== INPUT MATERIAL ==

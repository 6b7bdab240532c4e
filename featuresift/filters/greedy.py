"""Model-free budgeted greedy selection: relevance minus redundancy, optionally per unit cost.

No model is fitted: every step scores all remaining candidates with

* difference form (mRMR "MID"):  ``gain_j = rel_j - weight * red_j(S)``
* quotient form (mRMR "MIQ"):    ``gain_j = rel_j / red_j(S)``

where ``red_j(S)`` is a redundancy penalty of :mod:`featuresift.filters.redundancy`
updated incrementally. The first pick (empty ``S``) is the most relevant affordable
column in both forms.

MIQ when the redundancy is 0
----------------------------
A candidate with ``red_j = 0`` and ``rel_j > 0`` gets ``gain = +inf`` (it adds
relevance without repeating anything); among several such candidates the more
relevant wins. ``rel_j = 0`` gives ``gain = 0`` whatever the redundancy (0/0 is 0).

Budgets and the gain-per-cost trap
----------------------------------
Costs are panel-aware: a candidate's marginal cost is its own price, its panel's
price if the panel is not yet paid, or 0 once the panel is paid (the arithmetic
follows :class:`featuresift.costs.CostModel`; the final total is checked with it).
Ranking by gain per unit cost alone can be arbitrarily bad: with budget 10, item a
(value 0.2, cost 0.1) and item b (value 10, cost 10), ratio-greedy takes a and then
cannot afford b. Following Leskovec et al. (2007, "Cost-effective outbreak detection
in networks", KDD), ``cost_rule="both"`` (the default) runs the plain-gain greedy and
the gain-per-cost greedy and keeps the selection of higher value. The plain-gain run
begins with the best single affordable item, so the kept selection is never worth
less than that item (the safeguard of Khuller, Moss & Naor 1999, Information
Processing Letters 70). For submodular values the better of the two runs is within
a constant factor of the optimum (Leskovec et al.); relevance minus redundancy is not
guaranteed submodular, so here it is a heuristic safeguard, not a bound.

Value of a selection
--------------------
The value used to compare the two runs is the sum of the difference-form gains
credited to each feature when it was chosen, ``sum_k rel_{s_k} - weight *
red_{s_k}(S_{k-1})`` (with weight 1 for the quotient form, where a sum of ratios
would be unbounded). Free candidates (marginal cost 0, e.g. a paid panel's other
members) with positive gain rank first in the per-cost run.

Stopping
--------
The search stops when no candidate is affordable, when ``n_features`` are chosen,
or when the best gain is not above ``min_gain`` (default: 0 when ``n_features`` is
not given, so features that add nothing are not bought; no threshold when a target
size is given, as in the fixed-size mRMR procedure).
"""

from __future__ import annotations

from collections.abc import Iterable, Sequence
from dataclasses import dataclass, field
from typing import Any

import numpy as np

from featuresift._compat import renamed_keywords
from featuresift.costs import CostModel  # noqa: F401 - the docstring examples use it
from featuresift.errors import InputError
from featuresift.filters._common import check_xy, cost_arrays, resolve_cost_model
from featuresift.filters.redundancy import BasePenalty, RunningRedundancy, make_penalty
from featuresift.filters.relevance import categorical_columns, relevance_scores
from featuresift.search import _resolve_features

__all__ = ["FilterStep", "FilterSelection", "budgeted_greedy", "mrmr", "FORMS", "COST_RULES"]

FORMS = ("difference", "quotient")
COST_RULES = ("both", "gain", "ratio")


@dataclass(frozen=True)
class FilterStep:
    """One pick of the greedy filter.

    Attributes
    ----------
    feature : str
    column : int
    relevance : float
    redundancy : float
        Penalty with the features chosen before it.
    gain : float
        Criterion value it was chosen with (difference or quotient form).
    value : float
        Difference-form gain credited to the selection's value.
    marginal_cost : float
    total_cost : float
        Cost of the selection after this pick.

    Examples
    --------
    >>> cm = CostModel(["a", "b"], {"a": 0.1, "b": 10.0})
    >>> sel = budgeted_greedy(np.zeros((3, 2)), costs=cm, budget=10.0,
    ...                       relevance=np.array([0.2, 10.0]))
    >>> step = sel.steps[0]
    >>> step.feature, step.column, step.relevance, step.marginal_cost, step.total_cost
    ('b', 1, 10.0, 10.0, 10.0)
    """

    feature: str
    column: int
    relevance: float
    redundancy: float
    gain: float
    value: float
    marginal_cost: float
    total_cost: float


@dataclass
class FilterSelection:
    """Result of a model-free greedy selection.

    Attributes
    ----------
    order : list of int
        Chosen columns in the order picked (``must_include`` first).
    selected : list of str
        Their names, same order.
    steps : list of FilterStep
    value : float
        Sum of the credited difference-form gains.
    cost : float
        Acquisition cost of the selection (from the cost model).
    cost_unit : str
    budget : float or None
    rule : str
        Which run was kept: ``"gain"`` or ``"ratio"``.
    runs : dict
        Every run made: rule -> {"order", "value", "cost"}.
    relevance : ndarray
        Relevance of every column.
    relevance_scorer : str
    form, redundancy : str
    feature_names : list of str
    candidate_gains : list of ndarray or None
        With ``keep_gains=True``: the gains of all columns at each step of the kept run
        (NaN for columns not available at that step).
    stop_reason : str

    Examples
    --------
    See :func:`budgeted_greedy`.
    """

    order: list[int]
    selected: list[str]
    steps: list[FilterStep]
    value: float
    cost: float
    cost_unit: str
    budget: float | None
    rule: str
    runs: dict[str, dict]
    relevance: np.ndarray
    relevance_scorer: str
    form: str
    redundancy: str
    feature_names: list[str]
    stop_reason: str
    candidate_gains: list[np.ndarray] | None = field(default=None, repr=False)

    @property
    def support(self) -> list[int]:
        """Chosen columns in column order."""
        return sorted(self.order)

    def frame(self):
        """The steps as a pandas DataFrame, one row per pick."""
        import pandas as pd

        return pd.DataFrame([s.__dict__ for s in self.steps])

    def to_dict(self) -> dict:
        """JSON-ready description (selection, steps, both runs; no per-column arrays)."""

        def num(x: float) -> float | None:
            return float(x) if np.isfinite(x) else None

        return {
            "selected": list(self.selected), "order": list(self.order), "value": self.value,
            "cost": self.cost, "cost_unit": self.cost_unit, "budget": self.budget,
            "rule": self.rule, "runs": self.runs, "relevance": self.relevance_scorer,
            "form": self.form, "redundancy": self.redundancy, "stop_reason": self.stop_reason,
            "steps": [{k: (num(v) if isinstance(v, float) else v) for k, v in s.__dict__.items()}
                      for s in self.steps],
        }

    def search_options(self, how: str = "candidates", top: int | None = None) -> dict:
        """Keyword arguments handing the filter's order to a wrapper search.

        Parameters
        ----------
        how : {"candidates", "start"}
            ``"candidates"``: the wrapper may only use the first ``top`` picks
            (``never_include`` the rest). ``"start"``: the wrapper must keep the first
            ``top`` picks (``must_include``) and may add others.
        top : int, optional
            Number of picks (default: all).

        Returns
        -------
        dict
            For :func:`featuresift.run_search`, e.g. ``run_search(problem, "forward",
            **sel.search_options())``. For the order itself use the ``"filter-order"``
            strategy (:class:`featuresift.filters.strategy.FilterOrderSearch`).
        """
        chosen = self.selected if top is None else self.selected[:top]
        if how == "candidates":
            keep = set(chosen)
            return {"never_include": [n for n in self.feature_names if n not in keep]}
        if how == "start":
            return {"must_include": list(chosen)}
        raise InputError(f"how must be 'candidates' or 'start', got {how!r}")

    def __repr__(self) -> str:
        from featuresift.display import filter_selection_repr

        return filter_selection_repr(self)

    def _repr_html_(self) -> str:
        from featuresift.display import filter_selection_html

        return filter_selection_html(self)


def _check_weight(weight: Any) -> float:
    if isinstance(weight, bool) or not isinstance(weight, (int, float)) or not weight >= 0:
        raise InputError(f"redundancy weight must be a number >= 0, got {weight!r}")
    return float(weight)


def _resolve_relevance(relevance: Any, X, y, task, options, p,
                       categorical=None) -> tuple[np.ndarray, str]:
    if isinstance(relevance, np.ndarray) or isinstance(relevance, (list, tuple)):
        scores = np.asarray(relevance, dtype=float)
        if scores.shape != (p,):
            raise InputError(f"precomputed relevance has shape {scores.shape}, expected ({p},)")
        return scores, "precomputed"
    if y is None:
        raise InputError("y is needed to compute relevance (or pass precomputed scores)")
    rel = relevance_scores(X, y, relevance, task=task, categorical=categorical,
                           **(options or {}))
    return rel.scores, rel.scorer


def _gains(rel: np.ndarray, red: np.ndarray, form: str, weight: float, first: bool):
    if first:
        return rel.copy()
    if form == "difference":
        return rel - weight * red
    out = np.zeros_like(rel)
    pos = rel > 0
    with np.errstate(divide="ignore"):
        out[pos] = rel[pos] / red[pos]
    return out


def _run(
    rule: str, rel: np.ndarray, penalty: BasePenalty, cache: dict, form: str, weight: float,
    budget: float | None, cost_info: tuple, start: Sequence[int], banned: np.ndarray,
    n_target: int | None, min_gain: float | None, keep_gains: bool,
) -> tuple[list[int], list[tuple], str, list[np.ndarray]]:
    panel, own, pprice = cost_info
    p = rel.size
    tracker = RunningRedundancy(penalty, p, cache)
    paid = np.zeros(pprice.size, bool)
    available = ~banned
    order: list[int] = []
    records: list[tuple] = []
    gains_log: list[np.ndarray] = []
    total = 0.0
    tol_budget = None if budget is None else budget * (1 + 1e-12) + 1e-12
    vweight = weight if form == "difference" else 1.0

    def marginal() -> np.ndarray:
        mc = own.copy()
        inpanel = panel >= 0
        mc[inpanel] = np.where(paid[panel[inpanel]], 0.0, pprice[panel[inpanel]])
        return mc

    def take(j: int, gain: float, mc: float) -> None:
        nonlocal total
        red = tracker.values()[j] if order else 0.0
        value = rel[j] - vweight * red if order else rel[j]
        total += mc
        records.append((j, rel[j], red, gain, value, mc, total))
        order.append(j)
        available[j] = False
        if panel[j] >= 0:
            paid[panel[j]] = True
        tracker.add(j)

    for j in start:
        take(int(j), float("nan"), float(marginal()[j]))
    stop = ""
    while True:
        if n_target is not None and len(order) >= n_target:
            stop = f"target size {n_target} reached"
            break
        mc = marginal()
        ok = available.copy()
        if tol_budget is not None:
            ok &= total + mc <= tol_budget
        if not ok.any():
            stop = "no affordable candidate left" if available.any() else "no candidate left"
            break
        g = _gains(rel, tracker.values(), form, weight, not order)
        if keep_gains:
            gains_log.append(np.where(ok, g, np.nan))
        cand = np.where(ok)[0]
        gc = g[cand]
        if min_gain is not None and gc.max() <= min_gain:
            stop = f"no candidate has a gain above {min_gain:g}"
            break
        if rule == "ratio" and (gc > 0).any():
            pos = gc > 0
            cpos, gpos, cost = cand[pos], gc[pos], mc[cand[pos]]
            free = cost <= 0
            if free.any():
                # Free improvements first, most valuable first.
                k = int(np.argmax(np.where(free, gpos, -np.inf)))
            else:
                k = int(np.argmax(gpos / cost))
            j = int(cpos[k])
        else:
            # Ties: first maximum in column order (np.argmax).
            j = int(cand[int(np.argmax(gc))])
        take(j, float(g[j]), float(mc[j]))
    return order, records, stop, gains_log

== TASK INSTRUCTIONS ==
Reproduce exactly the section above that begins at the line containing "return filter_selection_repr(self)" and ends at the line containing "def _check_weight(weight: Any)", leaving out all other lines.

== RESPONSE TO THIS EXERCISE ==
        return filter_selection_repr(self)

    def _repr_html_(self) -> str:
        from featuresift.display import filter_selection_html

        return filter_selection_html(self)


def _check_weight(weight: Any) -> float:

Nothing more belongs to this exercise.